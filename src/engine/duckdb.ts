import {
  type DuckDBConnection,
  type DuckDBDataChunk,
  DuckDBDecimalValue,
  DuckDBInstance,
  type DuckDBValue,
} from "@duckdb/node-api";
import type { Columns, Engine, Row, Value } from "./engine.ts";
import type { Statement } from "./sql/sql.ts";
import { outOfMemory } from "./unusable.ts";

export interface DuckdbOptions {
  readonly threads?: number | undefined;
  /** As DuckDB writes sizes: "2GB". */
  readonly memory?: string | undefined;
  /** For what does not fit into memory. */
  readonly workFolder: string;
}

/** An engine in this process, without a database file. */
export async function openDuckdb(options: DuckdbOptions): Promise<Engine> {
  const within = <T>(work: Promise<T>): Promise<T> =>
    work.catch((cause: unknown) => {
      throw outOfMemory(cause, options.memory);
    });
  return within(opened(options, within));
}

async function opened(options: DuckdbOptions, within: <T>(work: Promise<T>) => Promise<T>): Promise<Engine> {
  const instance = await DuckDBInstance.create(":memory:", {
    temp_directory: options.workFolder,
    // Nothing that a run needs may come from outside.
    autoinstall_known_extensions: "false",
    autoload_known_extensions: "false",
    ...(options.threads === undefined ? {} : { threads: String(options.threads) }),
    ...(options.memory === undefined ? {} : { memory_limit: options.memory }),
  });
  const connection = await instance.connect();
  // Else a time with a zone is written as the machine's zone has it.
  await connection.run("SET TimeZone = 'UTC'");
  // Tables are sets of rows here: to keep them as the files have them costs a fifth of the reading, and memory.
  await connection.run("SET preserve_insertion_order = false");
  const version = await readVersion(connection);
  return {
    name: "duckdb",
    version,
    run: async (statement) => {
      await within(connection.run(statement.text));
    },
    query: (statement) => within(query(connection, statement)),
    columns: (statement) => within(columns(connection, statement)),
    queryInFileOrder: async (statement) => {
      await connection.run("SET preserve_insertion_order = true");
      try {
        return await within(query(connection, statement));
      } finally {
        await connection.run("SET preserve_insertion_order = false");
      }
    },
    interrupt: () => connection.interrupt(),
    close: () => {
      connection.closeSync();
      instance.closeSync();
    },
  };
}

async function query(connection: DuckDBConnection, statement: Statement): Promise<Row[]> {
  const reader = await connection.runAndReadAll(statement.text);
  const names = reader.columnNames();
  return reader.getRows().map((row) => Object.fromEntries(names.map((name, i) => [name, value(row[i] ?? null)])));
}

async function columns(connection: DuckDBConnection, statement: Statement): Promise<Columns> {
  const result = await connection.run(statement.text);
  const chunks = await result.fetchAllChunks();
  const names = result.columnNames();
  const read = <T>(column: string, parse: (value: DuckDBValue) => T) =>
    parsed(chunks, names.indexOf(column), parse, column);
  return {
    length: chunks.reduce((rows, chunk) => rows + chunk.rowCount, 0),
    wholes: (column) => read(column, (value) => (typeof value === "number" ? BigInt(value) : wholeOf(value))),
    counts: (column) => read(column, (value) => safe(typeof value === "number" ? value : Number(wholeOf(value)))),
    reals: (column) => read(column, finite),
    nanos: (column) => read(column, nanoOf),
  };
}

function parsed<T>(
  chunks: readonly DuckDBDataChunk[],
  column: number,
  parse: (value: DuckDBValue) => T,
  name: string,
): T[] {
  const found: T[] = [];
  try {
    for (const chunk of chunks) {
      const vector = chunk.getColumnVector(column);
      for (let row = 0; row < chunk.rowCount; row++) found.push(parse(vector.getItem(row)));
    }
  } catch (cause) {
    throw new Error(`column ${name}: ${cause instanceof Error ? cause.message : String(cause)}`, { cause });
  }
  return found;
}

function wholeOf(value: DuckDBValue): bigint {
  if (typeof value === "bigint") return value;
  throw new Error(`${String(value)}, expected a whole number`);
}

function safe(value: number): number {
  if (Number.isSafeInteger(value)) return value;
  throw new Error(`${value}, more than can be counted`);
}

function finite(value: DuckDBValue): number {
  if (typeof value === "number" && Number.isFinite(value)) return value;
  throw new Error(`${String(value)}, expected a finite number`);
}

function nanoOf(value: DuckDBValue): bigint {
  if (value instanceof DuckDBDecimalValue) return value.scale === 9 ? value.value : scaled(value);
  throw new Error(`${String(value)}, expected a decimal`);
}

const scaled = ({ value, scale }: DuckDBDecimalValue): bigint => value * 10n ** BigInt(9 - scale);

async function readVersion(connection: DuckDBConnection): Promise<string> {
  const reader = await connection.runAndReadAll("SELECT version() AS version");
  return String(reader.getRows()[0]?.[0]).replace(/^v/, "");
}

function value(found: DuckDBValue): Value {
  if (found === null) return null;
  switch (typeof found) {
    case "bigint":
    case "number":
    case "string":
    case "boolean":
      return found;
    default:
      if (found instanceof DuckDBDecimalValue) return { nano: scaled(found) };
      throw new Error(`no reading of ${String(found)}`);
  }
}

────────────────────────────────────────

**To do**
Exact copy required. Retype all of the entries word for word.

**Solution for this exercise**
filename src/engine/duckdb.ts
import {
  type DuckDBConnection,
  type DuckDBDataChunk,
  DuckDBDecimalValue,
  DuckDBInstance,
  type DuckDBValue,
} from "@duckdb/node-api";
import type { Columns, Engine, Row, Value } from "./engine.ts";
import type { Statement } from "./sql/sql.ts";
import { outOfMemory } from "./unusable.ts";

export interface DuckdbOptions {
  readonly threads?: number | undefined;
  /** As DuckDB writes sizes: "2GB". */
  readonly memory?: string | undefined;
  /** For what does not fit into memory. */
  readonly workFolder: string;
}

/** An engine in this process, without a database file. */
export async function openDuckdb(options: DuckdbOptions): Promise<Engine> {
  const within = <T>(work: Promise<T>): Promise<T> =>
    work.catch((cause: unknown) => {
      throw outOfMemory(cause, options.memory);
    });
  return within(opened(options, within));
}

async function opened(options: DuckdbOptions, within: <T>(work: Promise<T>) => Promise<T>): Promise<Engine> {
  const instance = await DuckDBInstance.create(":memory:", {
    temp_directory: options.workFolder,
    // Nothing that a run needs may come from outside.
    autoinstall_known_extensions: "false",
    autoload_known_extensions: "false",
    ...(options.threads === undefined ? {} : { threads: String(options.threads) }),
    ...(options.memory === undefined ? {} : { memory_limit: options.memory }),
  });
  const connection = await instance.connect();
  // Else a time with a zone is written as the machine's zone has it.
  await connection.run("SET TimeZone = 'UTC'");
  // Tables are sets of rows here: to keep them as the files have them costs a fifth of the reading, and memory.
  await connection.run("SET preserve_insertion_order = false");
  const version = await readVersion(connection);
  return {
    name: "duckdb",
    version,
    run: async (statement) => {
      await within(connection.run(statement.text));
    },
    query: (statement) => within(query(connection, statement)),
    columns: (statement) => within(columns(connection, statement)),
    queryInFileOrder: async (statement) => {
      await connection.run("SET preserve_insertion_order = true");
      try {
        return await within(query(connection, statement));
      } finally {
        await connection.run("SET preserve_insertion_order = false");
      }
    },
    interrupt: () => connection.interrupt(),
    close: () => {
      connection.closeSync();
      instance.closeSync();
    },
  };
}

async function query(connection: DuckDBConnection, statement: Statement): Promise<Row[]> {
  const reader = await connection.runAndReadAll(statement.text);
  const names = reader.columnNames();
  return reader.getRows().map((row) => Object.fromEntries(names.map((name, i) => [name, value(row[i] ?? null)])));
}

async function columns(connection: DuckDBConnection, statement: Statement): Promise<Columns> {
  const result = await connection.run(statement.text);
  const chunks = await result.fetchAllChunks();
  const names = result.columnNames();
  const read = <T>(column: string, parse: (value: DuckDBValue) => T) =>
    parsed(chunks, names.indexOf(column), parse, column);
  return {
    length: chunks.reduce((rows, chunk) => rows + chunk.rowCount, 0),
    wholes: (column) => read(column, (value) => (typeof value === "number" ? BigInt(value) : wholeOf(value))),
    counts: (column) => read(column, (value) => safe(typeof value === "number" ? value : Number(wholeOf(value)))),
    reals: (column) => read(column, finite),
    nanos: (column) => read(column, nanoOf),
  };
}

function parsed<T>(
  chunks: readonly DuckDBDataChunk[],
  column: number,
  parse: (value: DuckDBValue) => T,
  name: string,
): T[] {
  const found: T[] = [];
  try {
    for (const chunk of chunks) {
      const vector = chunk.getColumnVector(column);
      for (let row = 0; row < chunk.rowCount; row++) found.push(parse(vector.getItem(row)));
    }
  } catch (cause) {
    throw new Error(`column ${name}: ${cause instanceof Error ? cause.message : String(cause)}`, { cause });
  }
  return found;
}

function wholeOf(value: DuckDBValue): bigint {
  if (typeof value === "bigint") return value;
  throw new Error(`${String(value)}, expected a whole number`);
}

function safe(value: number): number {
  if (Number.isSafeInteger(value)) return value;
  throw new Error(`${value}, more than can be counted`);
}

function finite(value: DuckDBValue): number {
  if (typeof value === "number" && Number.isFinite(value)) return value;
  throw new Error(`${String(value)}, expected a finite number`);
}

function nanoOf(value: DuckDBValue): bigint {
  if (value instanceof DuckDBDecimalValue) return value.scale === 9 ? value.value : scaled(value);
  throw new Error(`${String(value)}, expected a decimal`);
}

const scaled = ({ value, scale }: DuckDBDecimalValue): bigint => value * 10n ** BigInt(9 - scale);

async function readVersion(connection: DuckDBConnection): Promise<string> {
  const reader = await connection.runAndReadAll("SELECT version() AS version");
  return String(reader.getRows()[0]?.[0]).replace(/^v/, "");
}

function value(found: DuckDBValue): Value {
  if (found === null) return null;
  switch (typeof found) {
    case "bigint":
    case "number":
    case "string":
    case "boolean":
      return found;
    default:
      if (found instanceof DuckDBDecimalValue) return { nano: scaled(found) };
      throw new Error(`no reading of ${String(found)}`);
  }
}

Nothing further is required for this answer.